Погода улучшалась, становилось все теплее и теплее. Май скоро полностью вступит в свои права, и тогда она будет проводить здесь больше времени. Она будет приносить сюда еду и, усевшись поудобнее рядом с могилой сына, будет читать. Еще ей здесь хорошо думалось. Она собиралась решить, какой ответный шаг предпримет для того, чтобы отомстить своей дочери за контакты с Кевином. Иногда Луиза замечала, что муж сидит и смотрит куда-то в пространство. В такие моменты она интуитивно понимала, что мысленно он находится не здесь, а где-то рядом с дочерью. Вероятно, ему было очень тяжело смириться с тем, что его любимая дочь стала проституткой, да к тому же еще наркоманкой. Луизе тоже было нелегко признать это. Поначалу она рассчитывала на то, что он откажется от дочери так же, как это сделала она. Но очень скоро стало понятно, что он не сделает этого. Она заставляла его отказаться от Марии, но дочь слишком сильно привязала отца к себе. И вот сейчас она снова угрожает Луизе. Она хочет отнять у нее Кевина. Последнее обстоятельство просто лишало Луизу рассудка. Кевин простил Марии все. Может быть, она даже позволяет ему дотрагиваться до себя, как она позволяла прикасаться к себе всякому. Луиза тотчас же отогнала от себя эту мысль. Она в глубине души знала, что ее муж не способен на это. Однако Мария еще в детстве могла из него веревки вить. С самого ее рождения он был опьянен ею, словно сладким дурманом. Между ними все-таки была какая-то незримая связь.
Нельзя описать словами то унижение, которое испытала Луиза, когда ей сказали, что ее дочь отчислили из школы, потому что застукали с учителем математики. За пять сигарет она была способна переспать с любым парнем из своего класса. Друзья стали с сожалением поглядывать на Луизу.

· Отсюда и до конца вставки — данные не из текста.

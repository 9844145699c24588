/**
 * The forecast message of one signal: median and bounds step by step, and how soon a limit will probably be crossed.
 * Retained JSON, one topic a signal.
 */
import { z } from 'zod';
import { ProtocolError } from './errors.ts';
import { formatInstant } from './instant.ts';
import { MAX_CHANNELS, MAX_HORIZON } from './limits.ts';
import { headFields, instantSchema, type MessageHead, nameSchema, readJson, writeHead, writeJson } from './message.ts';

/** Names of limits in messages. */
export const LIMIT_NAMES = ['high_high', 'high', 'low', 'low_low'] as const;
/** One of them. */
export type LimitName = (typeof LIMIT_NAMES)[number];

const path = z.array(z.number()).min(1).max(MAX_HORIZON);

/** One limit's outlook. */
export const limitOutlookSchema = z.strictObject({
  limit: z.enum(LIMIT_NAMES),
  value: z.number(),
  probability: z.number().min(0).max(1),
  time: instantSchema.nullable(),
});

/** What stands for an input ahead: a plan, what the past says of it, or its last value (led on by the driven kind itself). */
export const INPUT_USES = ['planned', 'expected', 'held'] as const;
/** One of them. */
export type InputUse = (typeof INPUT_USES)[number];

const difference = z.number().min(0);

/** What a forecast made of one input. */
export const inputOutlookSchema = z.strictObject({
  input: nameSchema,
  unit: z.string().min(1),
  use: z.enum(INPUT_USES),
  plan_age_s: z.number().min(0).nullable(),
  plan_until: instantSchema.nullable(),
  plan_error: difference.nullable(),
  usual_error: difference.nullable(),
});

/** Every field of a forecast message. */
export const forecastSchema = z.strictObject({
  ...headFields('forecast'),
  signal: nameSchema,
  unit: z.string().min(1),
  origin: instantSchema,
  tick_s: z.number().positive(),
  coverage: z.number().gt(0).lt(1),
  median: path,
  lower: path,
  upper: path,
  limits: z.array(limitOutlookSchema).max(LIMIT_NAMES.length),
  inputs: z.enum(['none', 'held', 'planned']),
  inputs_ahead: z.array(inputOutlookSchema).max(MAX_CHANNELS).optional(),
  last_reading_at: instantSchema.nullable(),
});

/** A forecast message as it stands in JSON. */
export type ForecastMessage = z.output<typeof forecastSchema>;

/** How soon a limit will probably be crossed. */
export interface LimitOutlook {
  readonly limit: LimitName;
  /** The limit, in the signal's unit. */
  readonly value: number;
  /** Probability of a crossing within the horizon. */
  readonly probability: number;
  /** When a crossing is first more likely than not; null if never within the horizon. */
  readonly timeMs: number | null;
}

/** What a forecast made of one input. */
export interface InputOutlook {
  readonly input: string;
  readonly unit: string;
  readonly use: InputUse;
  /** Since the ruling plan was made, or came; null without one. */
  readonly planAgeMs: number | null;
  /** How far it reaches; null without one. */
  readonly planUntilMs: number | null;
  /** Mean size of plan less what came, over the last horizon, in `unit`; null where nothing was planned and came. */
  readonly planError: number | null;
  /** The same of what stands for it without a plan, when the bundle was learned or of late; null where that is not known. */
  readonly usualError: number | null;
}

/** What a forecast message is made of, beside the head. */
export interface ForecastFacts extends MessageHead {
  readonly signal: string;
  readonly unit: string;
  /** Label of the last tick folded in; step h stands for origin + h ticks, at index h - 1. */
  readonly originMs: number;
  readonly tickMs: number;
  /** Share of readings the bounds are meant to hold. */
  readonly coverage: number;
  /** (H) each, in `unit`. */
  readonly median: ArrayLike<number>;
  readonly lower: ArrayLike<number>;
  readonly upper: ArrayLike<number>;
  readonly limits: readonly LimitOutlook[];
  /** Whether the site has inputs and, if so, whether a plan of any was used or the forecast went on from what they did. */
  readonly inputs: 'none' | 'held' | 'planned';
  /** One an input, in the site's order; left out of the message where there are none. */
  readonly inputsAhead?: readonly InputOutlook[];
  readonly lastReadingMs: number | null;
}

/** As it stands in JSON. */
export const limitOutlookFields = ({
  limit,
  value,
  probability,
  timeMs,
}: LimitOutlook): z.output<typeof limitOutlookSchema> => ({
  limit,
  value,
  probability,
  time: timeMs === null ? null : formatInstant(timeMs),
});

/** As it stands in JSON. */
export const outlookFields = (outlook: InputOutlook): z.output<typeof inputOutlookSchema> => ({
  input: outlook.input,
  unit: outlook.unit,
  use: outlook.use,
  plan_age_s: outlook.planAgeMs === null ? null : Math.max(0, outlook.planAgeMs) / 1000,
  plan_until: outlook.planUntilMs === null ? null : formatInstant(outlook.planUntilMs),
  plan_error: outlook.planError,
  usual_error: outlook.usualError,
});

/** Refuses paths of unlike lengths and bounds that do not hold the median. */
const checkPaths = (message: ForecastMessage): ForecastMessage => {
  const { median, lower, upper } = message;
  if (lower.length !== median.length || upper.length !== median.length) {
    const got = `median ${median.length}, lower ${lower.length}, upper ${upper.length}`;
    throw new ProtocolError('schema', `forecast message: expected three paths of one length, got ${got}`);
  }
  const at = median.findIndex((value, i) => !(lower[i]! <= value && value <= upper[i]!));
  if (at >= 0) {
    const got = `${lower[at]}, ${median[at]}, ${upper[at]}`;
    throw new ProtocolError(
      'schema',
      `forecast message: step ${at + 1}: expected lower <= median <= upper, got ${got}`,
    );
  }
  return message;
};

/**
 * Payload of one signal's forecast.
 *
 * shapes  median, lower, upper (H), step h at index h - 1
 * units   times ms since 1970; paths and limits in the signal's unit
 * throws  ProtocolError 'encode' on a number that is not finite, 'schema' on paths that do not fit together
 */
export const forecastMessage = (facts: ForecastFacts): Uint8Array => {
  const message: ForecastMessage = {
    ...writeHead('forecast', facts),
    signal: facts.signal,
    unit: facts.unit,
    origin: formatInstant(facts.originMs),
    tick_s: facts.tickMs / 1000,
    coverage: facts.coverage,
    median: Array.from(facts.median),
    lower: Array.from(facts.lower),
    upper: Array.from(facts.upper),
    limits: facts.limits.map(limitOutlookFields),
    inputs: facts.inputs,
    ...(facts.inputsAhead?.length ? { inputs_ahead: facts.inputsAhead.map(outlookFields) } : {}),
    last_reading_at: facts.lastReadingMs === null ? null : formatInstant(facts.lastReadingMs),
  };
  const payload = writeJson(message);
  checkPaths(message);
  return payload;
};

/** Reads a forecast message; throws ProtocolError 'size', 'decode', 'format' or 'schema'. */
export const parseForecastMessage = (payload: Uint8Array): ForecastMessage =>
  checkPaths(readJson(forecastSchema, 'forecast', payload));
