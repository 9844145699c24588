/** `stillwell desk`: collects segments from the broker, answers with receipts, keeps the archive. */
import { Command } from 'commander';
import type { RunEvent } from '../desk/run.ts';
import { rootOption } from '../topic-option.ts';

interface DeskCommandOptions {
  readonly data: string;
  readonly broker: string;
  readonly bundles?: string;
  readonly root: string;
  readonly json: boolean;
}

/** The command, to be joined to the program. */
export function deskCommand(): Command {
  const status = new Command('status')
    .description('What a desk holds, site by site; the desk may be running meanwhile.')
    .requiredOption('--data <dir>', 'data folder of the desk')
    .option('--json', 'as JSON', false)
    .addHelpText('after', '\nExample:\n  stillwell desk status --data desk-data')
    .action(showStatus);
  return new Command('desk')
    .description('Collects segments, answers with receipts, and keeps the exact readings. Runs until Ctrl-C.')
    .option('--data <dir>', 'data folder; one desk at a time')
    .option('--broker <url>', 'mqtt://[user:password@]host[:port] or mqtts://…')
    .option('--bundles <dir>', 'folder of sealed bundles (.swb) to decode with; looked through again every two seconds')
    .option('--root <topic>', 'first level of the topics', rootOption, 'stillwell')
    .option('--json', 'one JSON line per event on standard output', false)
    .addHelpText(
      'after',
      '\nExamples:\n  stillwell desk --data desk-data --broker mqtt://localhost:1883 --bundles bundles\n' +
        '  stillwell desk status --data desk-data',
    )
    .addCommand(status)
    .action(runDesk);
}

async function runDesk(options: DeskCommandOptions, command: Command): Promise<void> {
  for (const name of ['data', 'broker'] as const) {
    if (options[name] === undefined) command.error(`error: required option '--${name}' not specified`);
  }
  const [{ startDesk }, { DeskCounts, eventLine }] = await Promise.all([
    import('../desk/run.ts'),
    import('../desk/event-text.ts'),
  ]);
  const counts = new DeskCounts();
  const draw = statusLine(() => counts.line());
  const onEvent = (event: RunEvent): void => {
    counts.count(event, Date.now());
    if (options.json) {
      process.stdout.write(`${JSON.stringify({ at: new Date().toISOString(), ...event }, hexBytes)}\n`);
      return;
    }
    const line = eventLine(event);
    if (line !== null) draw.say(line);
    else draw.refresh();
  };
  const stopped = untilSignal();
  const bundles = options.bundles ?? null;
  const desk = await startDesk({ data: options.data, broker: options.broker, root: options.root, bundles, onEvent });
  if (!options.json) draw.say(`desk: collecting ${options.root}/+/segments into ${options.data}`);
  await stopped;
  if (!options.json) draw.end();
  await desk.stop();
}

async function showStatus(options: { readonly data: string; readonly json: boolean }): Promise<void> {
  const [{ openArchive }, { readStatus }, { statusText }] = await Promise.all([
    import('../desk/store/open.ts'),
    import('../desk/status.ts'),
    import('../desk/status-text.ts'),
  ]);
  const store = await openArchive(options.data);
  try {
    const statuses = await readStatus(store);
    process.stdout.write(`${options.json ? JSON.stringify(statuses) : statusText(statuses)}\n`);
  } finally {
    await store.close();
  }
}

/** Resolves at Ctrl-C or a request to end. */
function untilSignal(): Promise<void> {
  return new Promise((resolve) => {
    for (const signal of ['SIGINT', 'SIGTERM'] as const) process.once(signal, () => resolve());
  });
}

/** A line redrawn in place on a terminal; elsewhere only what is said. */
function statusLine(text: () => string) {
  const out = process.stdout;
  let drawnMs = 0;
  const clear = (): void => void (out.isTTY && out.write('\r\x1b[K'));
  const draw = (): void => void (out.isTTY && out.write(`\r\x1b[K${text().slice(0, (out.columns || 80) - 1)}`));
  return {
    say(line: string): void {
      clear();
      out.write(`${line}\n`);
      draw();
    },
    refresh(): void {
      if (Date.now() - drawnMs < 200) return;
      drawnMs = Date.now();
      draw();
    },
    end(): void {
      clear();
      out.write(`${text()}\n`);
    },
  };
}

/** Bytes in an event as hex. */
function hexBytes(_key: string, value: unknown): unknown {
  return value instanceof Uint8Array ? Buffer.from(value).toString('hex') : value;
}
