/**
 * Largest sizes accepted, each with its reason. A limit is checked before the work it bounds.
 */

/** Hard cap of a sealed bundle: one MQTT message that any broker and a 256 MiB gateway take without noticing. */
export const MAX_BUNDLE_BYTES = 64 * 1024;

/** What a fit aims at unless told otherwise: eight signals fit with room for the judge's table. */
export const TARGET_BUNDLE_BYTES = 24 * 1024;

/** A reading's payload: whole telemetry frames of a PLC fit; anything larger is not a reading. */
export const MAX_PAYLOAD_BYTES = 64 * 1024;

/** One message of ours other than a bundle or a segment: 256 signals × 3 × 1024 steps do not fit, a real site does. */
export const MAX_MESSAGE_BYTES = 1024 * 1024;

/** A site file: 256 signals with every key and a comment each stay under a fifth of it. */
export const MAX_SITE_FILE_BYTES = 1024 * 1024;

/** A key file: two hex keys and their names, with room. */
export const MAX_KEY_FILE_BYTES = 4096;

/** Signals and inputs together: the work of a tick grows with their square once the bottleneck is dense. */
export const MAX_CHANNELS = 256;

/** Signals of one site; inputs share MAX_CHANNELS with them. */
export const MAX_SIGNALS = 256;

/** Furthest step: 720 (a month of hours) is the longest horizon commonly tabulated. */
export const MAX_HORIZON = 1024;

/** Longest ring lag in ticks: two weeks of minutes, 160 KiB a channel. */
export const MAX_LAG_TICKS = 20_160;

/** Ticks of a round: its memory, 8 bytes a tick and signal, travels with every keyed segment. */
export const MAX_ROUND_TICKS = 1024;

/** Shortest tick: below it the tick's own work no longer hides between messages. */
export const MIN_TICK_MS = 100;

/** Longest tick: one day. */
export const MAX_TICK_MS = 86_400_000;

/** Nesting of a MessagePack document: the deepest of ours is 4. */
export const MAX_DEPTH = 8;

/** Values in a MessagePack document, keys counted: a bundle of 256 channels has about 13,000. */
export const MAX_ITEMS = 32_768;

/** UTF-8 bytes in a name of a site, signal or gateway: it is a topic level and part of a file name. */
export const MAX_NAME_BYTES = 64;

/** UTF-8 bytes of an MQTT topic: OASIS MQTT 5.0 section 4.7.3 [MQTT-4.7.3-3]. */
export const MAX_TOPIC_BYTES = 65_535;

/** Receipts in one message: a window of segments is a few; a catch-up after an outage is split. */
export const MAX_RECEIPT_SEGMENTS = 1024;

/** An asker's own mark in a question, said again in the answer; a UUID as text takes 36. */
export const MAX_ID_BYTES = 64;

/** Values in one plan: the longest horizon at four values a tick. */
export const MAX_PLAN_VALUES = 4096;

/** From a plan's start to its end, or one horizon where that is longer: a year's schedule. */
export const MAX_PLAN_SPAN_MS = 366 * 86_400_000;

/** From now to a plan's start, or one horizon where that is longer: beyond it the year or the unit is mistaken. */
export const MAX_PLAN_AHEAD_MS = 31 * 86_400_000;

Мария пускалась в одну сексуальную авантюру за другой. Для нее совершенно не имело значения, как реагирует на это ее мать. Била ли она ее, унижала, отправляла ли в приют для трудновоспитуемых, Мария не менялась. Иногда Луизе даже казалось, что Марии нравится издеваться над ней. Между ними, по сути, шла война, которую выиграла Луиза. В тот день, когда Марию заключили в тюрьму, Луиза наконец почувствовала невероятное облегчение. Она даже отпраздновала тот день: в абсолютном одиночестве подняла тост в память о Маршалле, сказала ему, как она любит его и что вот сейчас его сестра расплачивается за его смерть, как и должно было случиться. В конце концов, Мария получила то, что она заслужила. И совсем не из-за того, что она убила Бетани и Каролину, нет. Они были обыкновенными шлюхами, такими же, как она сама. Мария расплачивалась за смерть любимого сына Луизы, который оказался просто не способен дышать одним воздухом со своей сестрой. Это был честный, добрый мальчик, который умер из-за Марии, по ее вине.
В тот день, когда Марию посадили в тюрьму, брак Луизы, по сути, приказал долго жить, потому что Кевин так и не простил своей жене, что она выступила свидетелем на процессе. А что ей оставалось делать? Она видела свою дочь в тот день вместе с Бетани и Каролиной. Она видела, как они спорили. Ей просто пришлось сказать всю правду. Она не могла лгать правосудию, не могла пособничать убийце.
И теперь вот Люси, которой уже тридцать лет, выходит замуж за этого поганца Микки, потому что убеждена, что ни один нормальный человек не захочет связать с ней свою жизнь. Господь свидетель, Марии за многое придется ответить в этой жизни, и Луиза сделает все, что в ее силах.
Погруженная в свои тягостные думы, Луиза не заметила, что поодаль стояла Карен Блэк и, не сводя глаз, наблюдала за ней. Она также не заметила и местного священника, который наблюдал за ними обеими.
Отец Бойд подошел к ней ближе. Луиза наконец заметила его и улыбнулась:
— Добрый день, святой отец.
— Могила выглядит превосходно. Как жаль, что не все люди помнят своих усопших.
Он обвел взглядом заброшенные могилы, находящиеся поблизости, и глубоко вздохнул.
— Это то немногое, что я могу сделать для него, святой отец. Он был очень хорошим сыном.
Как обычно, когда она начинала говорить о сыне, слезы подступали к ее глазам. Отец Бойд провел рукой по своей лысой голове и сочувственно улыбнулся:
— Да, он был хорошим мальчиком, ваш Маршалл. Он также усердно прислуживал в алтаре.